Data extracted from a collection:
++++++++++++++++++++

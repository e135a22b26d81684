"""Which files a session reads, and their SHA-256, so a resumed run can refuse changed inputs.

A run's results depend on more than its sequence and bench files: the limit lines it compares
with, the transducer tables that correct its readings, the instrument profiles, and on the
simulated bench the board file. Each is recorded by a name a person recognises (a path, or
``builtin:<name>`` for a file shipped with the package) with the SHA-256 of its bytes.
"""

from __future__ import annotations

import hashlib
from importlib import resources
from pathlib import Path

__all__ = ["digest", "builtin_digest", "changed_files"]


def digest(path: str | Path) -> str:
    """SHA-256 (hex) of a file's bytes; ``"missing"`` when it cannot be read."""
    try:
        return hashlib.sha256(Path(path).read_bytes()).hexdigest()
    except OSError:
        return "missing"


def builtin_digest(package: str, *parts: str) -> str:
    """SHA-256 (hex) of a file shipped inside the installed package."""
    try:
        return hashlib.sha256(resources.files(package).joinpath(*parts).read_bytes()).hexdigest()
    except (OSError, ModuleNotFoundError):
        return "missing"


def changed_files(recorded: dict[str, str], current: dict[str, str]) -> list[str]:
    """Names whose checksum differs (or that appear or vanish), sorted, each with what changed."""
    out = []
    for name in sorted(set(recorded) | set(current)):
        before, now = recorded.get(name), current.get(name)
        if before == now:
            continue
        if before is None:
            out.append(f"{name} (not used before)")
        elif now is None:
            out.append(f"{name} (no longer used)")
        elif now == "missing":
            out.append(f"{name} (missing)")
        else:
            out.append(f"{name} (changed)")
    return out
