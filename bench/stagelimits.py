"""Safety limits of the XYZ(A) probe stage: one type for the bench file, the planner and the driver.

The bench file's ``[stage]`` table (``limits`` with ``x``, ``y``, ``z`` and the rotary ``a``,
``safe_z``, ``max_feed``, ``position_tolerance``, ``rotary_axis``) is validated with file and
line by :mod:`bench.benchfile`, which produces a :class:`StageLimits`; the stage driver
(``bench.drivers.stage``) consumes it as given and refuses any target outside it before a byte
is sent. The consistency rules live here once (:func:`limit_problems`), so the bench file and a
directly built :class:`StageLimits` refuse the same things with the same words.

This module is a leaf: it imports only :mod:`bench.errors`.
"""

from __future__ import annotations

import math
from dataclasses import dataclass

from bench.errors import ConfigError

__all__ = ["StageLimits", "limit_problems", "DEFAULT_A_DEG"]

#: Rotary (A axis) limits when the bench file gives none, degrees: one turn either way.
DEFAULT_A_DEG = (-360.0, 360.0)


@dataclass(frozen=True)
class StageLimits:
    """Safety values of one stage (bench file ``[stage]``), SI units.

    Attributes
    ----------
    x_m, y_m, z_m : tuple of float
        Soft limits (min, max) of each linear axis in stage coordinates, metres.
    safe_z_m : float
        Travel height for XY moves (stage z), metres.
    max_feed_m_per_s : float
        Highest feed the driver may command, m/s.
    position_tolerance_m : float
        Largest accepted difference between target and reported position, metres.
    rotary_axis : bool
        The stage has an A axis that turns the probe.
    a_deg : tuple of float
        Soft limits (min, max) of the A axis, degrees.

    Raises
    ------
    ConfigError
        On construction, when :func:`limit_problems` finds a problem (the first one is named).
    """

    x_m: tuple[float, float]
    y_m: tuple[float, float]
    z_m: tuple[float, float]
    safe_z_m: float
    max_feed_m_per_s: float
    position_tolerance_m: float = 5e-5
    rotary_axis: bool = False
    a_deg: tuple[float, float] = DEFAULT_A_DEG

    def __post_init__(self) -> None:
        problems = limit_problems(x_m=self.x_m, y_m=self.y_m, z_m=self.z_m, a_deg=self.a_deg,
                                  safe_z_m=self.safe_z_m, max_feed_m_per_s=self.max_feed_m_per_s,
                                  position_tolerance_m=self.position_tolerance_m)
        if problems:
            path, message = problems[0]
            raise ConfigError(message, key="stage." + ".".join(path))

    def axis_limits_m(self, axis: str) -> tuple[float, float]:
        """(min, max) of linear ``axis`` ('x', 'y' or 'z'), metres."""
        return self.as_dict()[axis]

    def as_dict(self) -> dict[str, tuple[float, float]]:
        """``{"x": (min_m, max_m), "y": ..., "z": ...}`` (linear axes, metres)."""
        return {"x": self.x_m, "y": self.y_m, "z": self.z_m}


def limit_problems(*, x_m: tuple[float, float], y_m: tuple[float, float], z_m: tuple[float, float],
                   a_deg: tuple[float, float], safe_z_m: float, max_feed_m_per_s: float,
                   position_tolerance_m: float) -> list[tuple[tuple[str, ...], str]]:
    """Every inconsistency of a set of stage limits, as (key path in ``[stage]``, message).

    Parameters
    ----------
    x_m, y_m, z_m : tuple of float
        Linear soft limits, metres.
    a_deg : tuple of float
        Rotary soft limits, degrees.
    safe_z_m, max_feed_m_per_s, position_tolerance_m : float
        Travel height (m), feed ceiling (m/s) and position tolerance (m).

    Returns
    -------
    list of (tuple of str, str)
        Key path relative to the bench file's ``[stage]`` table (``("limits", "x")``) and a
        message ``expected ..., found ...``; empty when everything is consistent.
    """
    problems = []
    pairs = {"x": (x_m, 1e3, "mm"), "y": (y_m, 1e3, "mm"), "z": (z_m, 1e3, "mm"), "a": (a_deg, 1.0, "deg")}
    for key, ((low, high), scale, unit) in pairs.items():
        if not (math.isfinite(low) and math.isfinite(high) and low < high):
            problems.append((("limits", key), f"expected [min, max] with min < max, found "
                                              f"[{low * scale:g} {unit}, {high * scale:g} {unit}]"))
    z_low, z_high = z_m
    if z_low < z_high and not z_low <= safe_z_m <= z_high:
        problems.append((("safe_z",), f"expected a height inside the z limits [{z_low * 1e3:g} mm, "
                                      f"{z_high * 1e3:g} mm], found {safe_z_m * 1e3:g} mm"))
    if not max_feed_m_per_s > 0:
        problems.append((("max_feed",), f"expected a positive speed, found {max_feed_m_per_s * 1e3:g} mm/s"))
    if not position_tolerance_m > 0:
        problems.append((("position_tolerance",),
                         f"expected a positive length, found {position_tolerance_m * 1e3:g} mm"))
    return problems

++++++++++++++++++++

WHAT YOU WILL DO: Reproduce all lines from the records above that include the word "pairs".

RESULT:
    pairs = {"x": (x_m, 1e3, "mm"), "y": (y_m, 1e3, "mm"), "z": (z_m, 1e3, "mm"), "a": (a_deg, 1.0, "deg")}
    for key, ((low, high), scale, unit) in pairs.items():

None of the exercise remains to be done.